1. Introduction

 

Technical products are developed to meet specific requirements. For this purpose, the product must provide relevant functions in combination with other relevant properties (e.g., reliability, availability, etc.). In this context, the function is a transformation of intended (function-relevant) input flows (Ef) into intended (function-relevant) output flows (Af) (see Figure 1). The implementation of products leads to limitations in the realization of the functions, since the product characteristics (according to the CPM model [1]) have, among other things, deviations or aging. In addition, external disturbance input variables En (e.g., vibrations) have an impact on the behaviour [2].

 
Figure 1: Function depending on the intended and unintended input flows and internal state parameters [2].

Developing products that are as robust as necessary (see Hansen's harmlessness condition [3]) is a key objective. In this context, robust means that the product must comply with the required properties of the relevant output flows (intended and unintended) within acceptable tolerances even in the presence of variations in the input variables and the internal parameters. The deviations between the actual and required properties are called errors [2, 4].
To analyse possible failures in the context of product development, the interactions between external input variables and internal state parameters must be investigated based on cause-effect relationships in the product. As a basis for the analysis, an appropriate system description based on systems theory concepts is useful.
A widely used approach for modelling complex mechatronic products is described in the so-called Model-Based Systems Engineering (MBSE) [5] using the standardised language SysML [6]. These models mainly represent the content aspects of the product to be developed through model elements (use cases, requirements, function, logical elements, etc.), their parameters and relationships, which can be used as a basis for analysis [7]. These models need to be mature before they can be used to analyse potential failures. This leads to efforts in product development. In addition, many insights into the behaviour of the product to be developed in the planned environments are often not yet available [8].
The approach presented intends to reduce the modelling effort and increase the model quality by enhancing the system models with existing knowledge from other development processes and products using knowledge graphs.
The following research question arises: How can existing knowledge about existing products and their relevant properties be used to enhance system models of the system of interest (SOI) using knowledge graphs as a basis for the analysis of possible errors?

2. Overall Approach

As a basis for the detailed explanations, the overall concept is presented first (see Figure 2). The developed approach should support engineers in analysing potential errors based on MBSE models in conjunction with a knowledge graph during the concept phase of product development. The proposed approach consists of following steps:

  1. Definition of the system model of the system of interest (SOI) based on the initial state of knowledge in a project using modelling with SysML.
  2. Analysis of the system model to obtain the necessary input information for the query in the knowledge graph.
  3. Search for existing knowledge on disturbances or known errors in the knowledge graph and transfer this knowledge to the system model.

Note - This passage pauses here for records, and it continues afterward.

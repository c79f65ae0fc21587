import Papa from 'papaparse';
import type { VisitRecord } from '../store/visit-repository.ts';
import { FORMULA_START } from './run-csv.ts';

const FIELDS = [
  'communityId',
  'communityName',
  'visitedOn',
  'language',
  'peopleReached',
  'topics',
  'followUps',
  'referral',
  'recordedAt',
] as const;

/**
 * A study's visits as CSV, one row per visit, with the community's name beside its id. Text
 * cells that a spreadsheet could run as a formula get a leading ' (the same rule as the
 * results' CSV, run-csv.ts).
 */
export function visitCsv(
  visits: readonly VisitRecord[],
  names: ReadonlyMap<string, string>,
): string {
  return Papa.unparse(
    {
      fields: [...FIELDS],
      data: visits.map((v) => [
        v.communityId,
        names.get(v.communityId) ?? '',
        v.visitedOn,
        v.language,
        v.peopleReached,
        v.topics,
        v.followUps,
        v.referral,
        v.recordedAt,
      ]),
    },
    { newline: '\r\n', escapeFormulae: FORMULA_START },
  );
}
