import { TECTONIC_SETTINGS, type Study } from '../engine/model.ts';
import type { Provenance } from '../engine/results.ts';

/** The branches of the settings the study's sources use: the models that produced its numbers. */
export function modelsUsed(study: Study): Provenance['models'] {
  const used = TECTONIC_SETTINGS.filter((setting) =>
    study.sources.some((s) => s.setting === setting),
  );
  return Object.fromEntries(
    used.map((setting) => [
      setting,
      study.groundMotion[setting].map((b) => ({ model: b.model, weight: b.weight })),
    ]),
  );
}

export interface ProvenanceOptions {
  readonly study: Study;
  readonly toolVersion: string;
  /** input-hash.ts inputHash(study). */
  readonly inputHash: string;
  /** ISO 8601 times. */
  readonly startedAt: string;
  readonly finishedAt: string;
}

/** The provenance block every result carries (DESIGN.md section 2). */
export function buildProvenance(options: ProvenanceOptions): Provenance {
  return {
    tool: 'tremora',
    toolVersion: options.toolVersion,
    inputHash: options.inputHash,
    models: modelsUsed(options.study),
    settings: options.study.settings,
    startedAt: options.startedAt,
    finishedAt: options.finishedAt,
  };
}
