import { createHash } from 'node:crypto';
import type { Study } from '../engine/model.ts';

/**
 * JSON with object keys sorted (by UTF-16 code units, as Array.prototype.sort does) at every
 * depth and no whitespace: one text for one value, whatever order its keys were built in.
 * Numbers, strings and array order are as JSON.stringify gives them (the number form of
 * ECMAScript, also used by RFC 8785); keys whose value is undefined are left out, as in JSON.
 */
export function canonicalJson(value: unknown): string {
  if (value === null || typeof value !== 'object') return JSON.stringify(value) ?? 'null';
  if (Array.isArray(value))
    return `[${value.map((v) => (v === undefined ? 'null' : canonicalJson(v))).join(',')}]`;
  const entries = Object.entries(value as Record<string, unknown>)
    .filter(([, v]) => v !== undefined && typeof v !== 'function')
    .sort(([a], [b]) => (a < b ? -1 : a > b ? 1 : 0));
  return `{${entries.map(([k, v]) => `${JSON.stringify(k)}:${canonicalJson(v)}`).join(',')}}`;
}

/** SHA-256 (FIPS 180-4) of a text's UTF-8 bytes, lower-case hex. */
export const sha256Hex = (text: string): string =>
  createHash('sha256').update(text, 'utf8').digest('hex');

/**
 * The provenance hash of a run's inputs: SHA-256 of the canonical JSON of the validated study
 * (defaults filled in, so two documents that mean the same study hash alike).
 */
export const inputHash = (study: Study): string => sha256Hex(canonicalJson(study));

Step 1 consist of two steps: creating (a) black- and (b) white-box system models (see Figure 2: Right). In the black-box model, the problem space of the SOI in the planned environment is defined. The problem space includes the use cases that the SOI must provide, considering existing constraints (i.e., environmental objects). The white-box model is created based on the black-box, in which the system is decomposed into relevant sub-systems considering the interfaces to the identified environmental objects in the black-box model, forming a high-level system architecture model [9]. The black- and white-box models are the basis for the query of possible errors in the knowledge graph, since the combination of black- and white-box model describes the expectations of the system behaviour and their realization in the system (e.g. a required detection of disturbance objects (black box) is realized in the system by means of specific measurement functions and sensors).
In step 2, the black- and white-box model is used as a basis for determining the necessary inputs for the search queries. For this, the already defined model elements and their relations are traversed. In step 3, the potential errors can be searched based on the captured model information by querying (e.g., query(q) as shown in Figure 2) into the knowledge graph.
For this contribution, potential errors from already existing products were added into the knowledge graph to create the basis for the search (see Figure 2: left). This aspect is not described in detail here.
The proposed approach is evaluated using an example of a mobile robot system. For this purpose, a knowledge graph framework is coupled with the SysML modelling tool via a plugin, which is further in the development phase, to automate the proposed method. The plugin directly supports stakeholders in the SysML modelling tool (i.e., Cameo Systems Modeler) to analyse potential errors based on the defined system models.

3. Querying the Knowledge Graph based on the Captured Information from System of Interest Analysis

A knowledge graph is queried to retrieve potential errors based on the information captured from the high-level SysML model. To achieve this, an RDF knowledge graph [10] is created by considering the knowledge about potential errors. To build an RDF knowledge graph, RDF datasets are filled with triples as an example [11]. The defined RDF datasets are included with potential errors based on empirical knowledge from previous projects. These RDF datasets are stored in the knowledge graph database, which supports the visualization of the RDF knowledge graph, as shown in Figure 3.

   
Figure 2: Overall method approach. The right-hand side shows the system analysis with query(q) in the existing KG, identifying potential errors. The left side shows; capturing the knowledge of existing products in the KG [12].

To retrieve potential errors based on the captured input information of the SysML model, the RDF knowledge graph, that is realized by stored RDF datasets, is queried. The query is performed using the SPARQL query language [13] by accessing the SPARQL endpoint generated by the graph database. In Figure 4, the captured input information, such as the “Detect Obstacle” function is used to detect “Obstacle” with “Velocity” supports in analysing the potential errors (e.g., Velocity Too High) by querying the RDF knowledge graph that is realized by RDF datasets via the SPARQL endpoint.

4. IMPLEMENTATION DETAILS

For the coupling of the SysML tool Cameo Systems Modeler (CSM) from Dassault Systemes [14] with the knowledge graph, the programming interface of the CSM is recommended. A plugin was created in the CSM for this purpose. CSM provides a plugin development framework that supports customizing or extending the functionality of the modelling tool through its application programming interface (API). The API offers interfaces, classes, methods, etc. to interact with the main features of the CSM using the JAVA programming language. In this contribution, an initial prototype of the CSM plugin is presented, and a fully functional plugin is currently in the development phase. 

 
Figure 3: Querying the RDF Knowledge graph realized by RDF datasets based on the captured input information. [12]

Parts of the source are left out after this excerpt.